Consumer Groups Protest Verizon's Murder of Standalone DSL
Forcing Users to Buy a Landline is So Very 1999
Verizon recently announced that new customers would no longer be sold standalone (aka naked or dry loop) DSL, a move that annoyed a significant number of consumers who had to fight for years to get them to offer it in the first place. New users can no longer buy the standalone option, and while existing naked DSL users are grandfathered for now -- that status shifts if they make any changes to their account, such as upgrading to a different DSL speed. Forcing users to buy an aging landline (and all the wonderful assorted fees) is undeniably an obnoxious move by a company that's shifting its entire focus to FiOS and LTE wireless.

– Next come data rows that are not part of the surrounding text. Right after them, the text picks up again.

"""Tabulated lethality requirements: published time–temperature equivalents instead of one z-value.

A table gives, at each listed temperature T_i, the holding time t_i that achieves the table's log reduction.
Between rows the required time is interpolated log-linearly in time (linear in log₁₀ t against T), the way the
tables themselves are built, so the lethal rate r(T) = 1/t_req(T) is exponential in T on every interval. A
temperature history then accumulates the fraction of the required process (general method with the table's rate)

    fraction(t) = ∫₀ᵗ dτ / t_req(T(τ))

and the process passes when fraction ≥ 1; the log reduction it stands for is fraction × the table's log reduction.

Outside the table nothing is extrapolated, and both ends fall on the safe side:

* below the table's lowest temperature a hold contributes nothing (r = 0): the table gives no evidence of any
  kill there, and extending its slope would credit lethality the source never measured;
* above the highest temperature the highest row's rate is used (r = 1/t_last): lethality does not fall with
  temperature, so this rate is a lower bound of the true one, and extrapolating the slope would credit more.

For a history linear in time between samples, a segment from T_a to T_b lasting Δt contributes exactly
Δt · (R(T_b) − R(T_a)) / (T_b − T_a), with R the closed-form antiderivative of r over temperature (piecewise
exponential between rows, zero below the table, linear above it); Δt · r(T) when T_a = T_b.

References
----------
Chilled Food Association (2006), Best Practice Guidelines for the Production of Chilled Foods, 4th ed., The
Stationery Office: equivalent time/temperature combinations for spores of non-proteolytic C. botulinum (80–100 °C),
as quoted by the UK Food Standards Agency, Vacuum packing and modified atmosphere packing training, module 3,
section 2 (table "Equivalent time/temperature combinations for spores of non-proteolytic Clostridium botulinum").
USDA FSIS (1999), Appendix A: Compliance guidelines for meeting lethality performance standards for certain meat
and poultry products, guideline 1 (time–temperature table for cooked beef, roast beef and cooked corned beef).
"""

from __future__ import annotations

from dataclasses import dataclass

import numpy as np

from procplan.caution import INDICATIVE
from procplan.errors import InvalidInputError
from procplan.outcomes.targets import history_arrays

LN10 = float(np.log(10.0))
#: Temperature span below which a segment is integrated as a constant hold at its mean (no 0/0) [°C].
_FLAT_SEGMENT_C = 1e-4


def fahrenheit_to_C(temperature_F: float) -> float:
    """°F to °C, (T − 32)·5/9."""
    return (float(temperature_F) - 32.0) * 5.0 / 9.0


@dataclass(frozen=True)
class TabulatedPreset:
    """A lethality requirement given as a published table of equivalent holding times.

    name : registry key
    target : the organism and the reduction the table stands for
    temperature_C : the table's temperatures [°C], strictly increasing (converted from °F where published so)
    time_min : the holding time of each row [min], > 0
    published_rows : each row as the source prints it (e.g. ("146 °F", "182 sec.")), for display
    reference_index : the row used as the reference for "equivalent minutes" (e.g. 90 °C / 10 min)
    log_reductions : decimal reductions the table stands for; also the largest the source supports
    kind : "safety" (a minimum at the slowest-heating point)
    source : document, year and table/page the rows come from
    confirmed : whether every row was checked in a source that was read; False makes the preset indicative
    notes : how rows outside the interpolation rule were handled (e.g. "0 sec." rows left out)
    """

    name: str
    target: str
    temperature_C: tuple[float, ...]
    time_min: tuple[float, ...]
    published_rows: tuple[tuple[str, str], ...]
    reference_index: int
    log_reductions: float
    kind: str
    source: str
    confirmed: bool
    notes: str = ""

    def __post_init__(self):
        temp = np.asarray(self.temperature_C, dtype=float)
        times = np.asarray(self.time_min, dtype=float)
        if temp.size < 1 or temp.size != times.size or np.any(np.diff(temp) <= 0):
            raise InvalidInputError(
                f"{self.name}.temperature_C", self.temperature_C, "strictly increasing, one time per row"
            )
        if np.any(times <= 0):
            raise InvalidInputError(f"{self.name}.time_min", self.time_min, "> 0 min in every row")

    # --- the fields a z-value preset also has, so reports treat both alike ------------------------------
    tabulated = True
    z_C = None

    @property
    def reference_C(self) -> float:
        """Temperature of the reference row [°C]; lethality is expressed in minutes at it."""
        return float(self.temperature_C[self.reference_index])

    @property
    def required_F_min(self) -> float:
        """Holding time of the reference row [min]: the requirement in equivalent minutes."""
        return float(self.time_min[self.reference_index])

    @property
    def max_log_reduction(self) -> float:
        """Largest log reduction the source supports: the table's own."""
        return float(self.log_reductions)

    @property
    def source_text(self) -> str:
        """The source as shown to users, marked indicative when not every row was confirmed."""
        return self.source if self.confirmed else f"{INDICATIVE}: {self.source}"

    # --- the table's rate -------------------------------------------------------------------------------
    def _arrays(self):
        temp = np.asarray(self.temperature_C, dtype=float)
        log_t = np.log10(np.asarray(self.time_min, dtype=float))
        slope = np.diff(log_t) / np.diff(temp)  # d log10 t / dT per interval
        # R at each row: ∫_{T0}^{Ti} r dT, r = 10^(−log t(T)) [1/min]
        rate = 10.0 ** (-log_t)
        seg = np.where(
            np.abs(slope) < 1e-15,
            rate[:-1] * np.diff(temp),
            rate[:-1] * -np.expm1(-slope * LN10 * np.diff(temp)) / np.where(slope == 0, 1.0, slope * LN10),
        )
        return temp, log_t, slope, rate, np.concatenate(([0.0], np.cumsum(seg)))

    def required_time_min(self, temperature_C) -> np.ndarray | float:
        """Holding time the table asks for at ``temperature_C`` [min]; ∞ below the table (no credit).

        >>> CFA = LETHALITY_TABLES["c-botulinum-nonproteolytic-6log"]
        >>> float(CFA.required_time_min(85.0)), float(CFA.required_time_min(120.0))
        (36.0, 1.0)
        """
        rate = self.rate_per_min(temperature_C)
        with np.errstate(divide="ignore"):
            out = np.where(rate > 0, 1.0 / np.where(rate > 0, rate, 1.0), np.inf)
        return float(out) if np.ndim(out) == 0 else out

    def rate_per_min(self, temperature_C) -> np.ndarray:
        """Fraction of the process delivered per minute at ``temperature_C``, 1/t_req(T) [1/min]."""
        temp, log_t, slope, rate, _ = self._arrays()
        x = np.asarray(temperature_C, dtype=float)
        i = np.clip(np.searchsorted(temp, x, side="right") - 1, 0, max(temp.size - 2, 0))
        inside = 10.0 ** -(log_t[i] + (slope[i] if slope.size else 0.0) * (x - temp[i]))
        return np.where(x < temp[0], 0.0, np.where(x >= temp[-1], rate[-1], inside))

    def _antiderivative(self, x: np.ndarray) -> np.ndarray:
        """R(T) = ∫_{T0}^{T} r dT [°C/min], 0 below the table, linear above it."""
        temp, _, slope, rate, cum = self._arrays()
        if temp.size == 1:
            return np.where(x < temp[0], 0.0, rate[0] * (x - temp[0]))
        i = np.clip(np.searchsorted(temp, x, side="right") - 1, 0, temp.size - 2)
        dx = x - temp[i]
        k = slope[i] * LN10
        k_safe = np.where(np.abs(k) < 1e-15, 1.0, k)
        part = np.where(np.abs(k) < 1e-15, rate[i] * dx, rate[i] * -np.expm1(-k * dx) / k_safe)
        above = cum[-1] + rate[-1] * (x - temp[-1])
        return np.where(x < temp[0], 0.0, np.where(x >= temp[-1], above, cum[i] + part))

    def fraction_segments(self, dt_s, ta, tb) -> np.ndarray:
        """Fraction of the process accumulated on each linear segment (T_a → T_b over Δt), any array shape."""
        dt = np.asarray(dt_s, dtype=float) / 60.0
        ta = np.asarray(ta, dtype=float)
        tb = np.asarray(tb, dtype=float)
        span = tb - ta
        flat = np.abs(span) < _FLAT_SEGMENT_C
        ramp = (self._antiderivative(tb) - self._antiderivative(ta)) / np.where(flat, 1.0, span)
        return dt * np.where(flat, self.rate_per_min(0.5 * (ta + tb)), ramp)

    def process_fraction(self, time_s, temperature_C) -> np.ndarray:
        """Cumulative fraction of the required process at every sample of a history, starting at 0.

        >>> CFA = LETHALITY_TABLES["c-botulinum-nonproteolytic-6log"]
        >>> round(float(CFA.process_fraction([0, 600], [90.0, 90.0])[-1]), 12)
        1.0
        """
        t, temp = history_arrays(time_s, temperature_C)
        seg = self.fraction_segments(np.diff(t), temp[:-1], temp[1:])
        return np.concatenate(([0.0], np.cumsum(seg)))


def _table(name, target, rows_C_min, published, ref_temp_C, logs, source, confirmed, notes=""):
    temps = tuple(float(r[0]) for r in rows_C_min)
    times = tuple(float(r[1]) for r in rows_C_min)
    ref = int(np.argmin(np.abs(np.asarray(temps) - ref_temp_C)))
    return TabulatedPreset(
        name, target, temps, times, tuple(published), ref, logs, "safety", source, confirmed, notes
    )


def _cfa_botulinum() -> TabulatedPreset:
    # Source: CFA (2006) Best Practice Guidelines, 4th ed., as quoted by the UK FSA VP/MAP training, module 3,
    # section 2: every row below was read in that table.
    rows = [
        (80, 129.0), (81, 100.0), (82, 77.0), (83, 60.0), (84, 46.0), (85, 36.0), (86, 28.0),
        (87, 22.0), (88, 17.0), (89, 13.0), (90, 10.0), (91, 7.9), (92, 6.3), (93, 5.0),
        (94, 4.0), (95, 3.2), (96, 2.5), (97, 2.0), (98, 1.6), (99, 1.3), (100, 1.0),
    ]  # fmt: skip
    return _table(
        "c-botulinum-nonproteolytic-6log",
        "non-proteolytic Clostridium botulinum spores, 6-log reduction (chilled foods with extended shelf life)",
        rows,
        [(f"{t} °C", f"{m:g} min") for t, m in rows],
        90.0,
        6.0,
        "Chilled Food Association (2006), Best Practice Guidelines for the Production of Chilled Foods, 4th ed. "
        "(The Stationery Office): equivalent time/temperature combinations for spores of non-proteolytic "
        "C. botulinum, 80–100 °C (90 °C for 10 min); quoted in the UK Food Standards Agency's vacuum and modified "
        "atmosphere packing guidance (training module 3, section 2)",
        True,
        "no credit below 80 °C; above 100 °C the 100 °C rate (1 min)",
    )


#: USDA FSIS (1999) Appendix A, guideline 1: (°F, 6.5-log time, 7-log time), times as published.
#: Rows 158–160 °F ("0 sec.", lethality reached instantly) cannot be interpolated in log time and are left
#: out: at and above 157 °F the 157 °F rate applies, which asks for more than the source (safe side).
_FSIS_BEEF = (
    (130, "112 min.", "121 min."), (131, "89 min.", "97 min."), (132, "71 min.", "77 min."),
    (133, "56 min.", "62 min."), (134, "45 min.", "47 min."), (135, "36 min.", "37 min."),
    (136, "28 min.", "32 min."), (137, "23 min.", "24 min."), (138, "18 min.", "19 min."),
    (139, "15 min.", "15 min."), (140, "12 min.", "12 min."), (141, "9 min.", "10 min."),
    (142, "8 min.", "8 min."), (143, "6 min.", "6 min."), (144, "5 min.", "5 min."),
    (145, "4 min.", "4 min."), (146, "169 sec.", "182 sec."), (147, "134 sec.", "144 sec."),
    (148, "107 sec.", "115 sec."), (149, "85 sec.", "91 sec."), (150, "67 sec.", "72 sec."),
    (151, "54 sec.", "58 sec."), (152, "43 sec.", "46 sec."), (153, "34 sec.", "37 sec."),
    (154, "27 sec.", "29 sec."), (155, "22 sec.", "23 sec."), (156, "17 sec.", "19 sec."),
    (157, "14 sec.", "15 sec."),
)  # fmt: skip


def _published_minutes(text: str) -> float:
    value, unit = text.split()
    return float(value) / (60.0 if unit.startswith("sec") else 1.0)


def _fsis_beef(logs: float) -> TabulatedPreset:
    col = 1 if logs == 6.5 else 2
    rows = [(fahrenheit_to_C(r[0]), _published_minutes(r[col])) for r in _FSIS_BEEF]
    label = f"{logs:g}-log"
    return _table(
        f"salmonella-beef-{logs:g}log-fsis-table",
        f"Salmonella in cooked beef, roast beef and cooked corned beef, {label} reduction",
        rows,
        [(f"{r[0]} °F", r[col]) for r in _FSIS_BEEF],
        fahrenheit_to_C(140.0),
        logs,
        "USDA FSIS (1999), Appendix A: Compliance Guidelines for Meeting Lethality Performance Standards for "
        f"Certain Meat and Poultry Products, guideline 1, time–temperature table ({label} lethality column), "
        "130–157 °F",
        True,
        "no credit below 130 °F; the 158–160 °F rows ('0 sec.') are not used: at and above 157 °F the 157 °F "
        "time applies",
    )


def _uk_listeria() -> TabulatedPreset:
    rows = [(60, 45.0), (65, 10.0), (70, 2.0), (75, 0.5), (80, 0.1)]
    published = [
        ("60 °C", "45 min"),
        ("65 °C", "10 min"),
        ("70 °C", "2 min"),
        ("75 °C", "30 s"),
        ("80 °C", "6 s"),
    ]
    return _table(
        "listeria-6log-uk-table",
        "Listeria monocytogenes, 6-log reduction (UK cooking equivalents of 70 °C for 2 min)",
        rows,
        published,
        70.0,
        6.0,
        "70 °C for 2 min: Mackey, B.M. & Bratchell, N. (1989), The heat resistance of Listeria monocytogenes, "
        "Lett. Appl. Microbiol. 9:89–94 (abstract); the other rows as reproduced in UK food-hygiene training "
        "material citing Food Standards Agency guidance, the primary document not read",
        False,
        "no credit below 60 °C; above 80 °C the 80 °C rate (6 s)",
    )


#: Tabulated lethality presets, merged into the one registry LETHALITY_PRESETS.
LETHALITY_TABLES: dict[str, TabulatedPreset] = {
    p.name: p for p in (_cfa_botulinum(), _fsis_beef(6.5), _fsis_beef(7.0), _uk_listeria())
}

Responding to the effort, a coalition of 17 consumer groups and companies have filed a letter
(pdf) with the FCC lamenting Verizon's shift as an anti-competitive and anti-consumer action. According to the signees:
"the practice of tying broadband service to other services prevents consumer choice, limits consumers from porting telephone numbers, and essentially forces consumers to purchase local services they do not want – either because they have a wireless option or because they prefer to use VoIP or other alternatives. The net effect is to act as a drag on the adoption of broadband and new IP technologies as well as alternative, competitive voice options by making other standalone services economically unattractive."
Verizon will officially stop selling standalone DSL to new users starting May 6 (Sunday).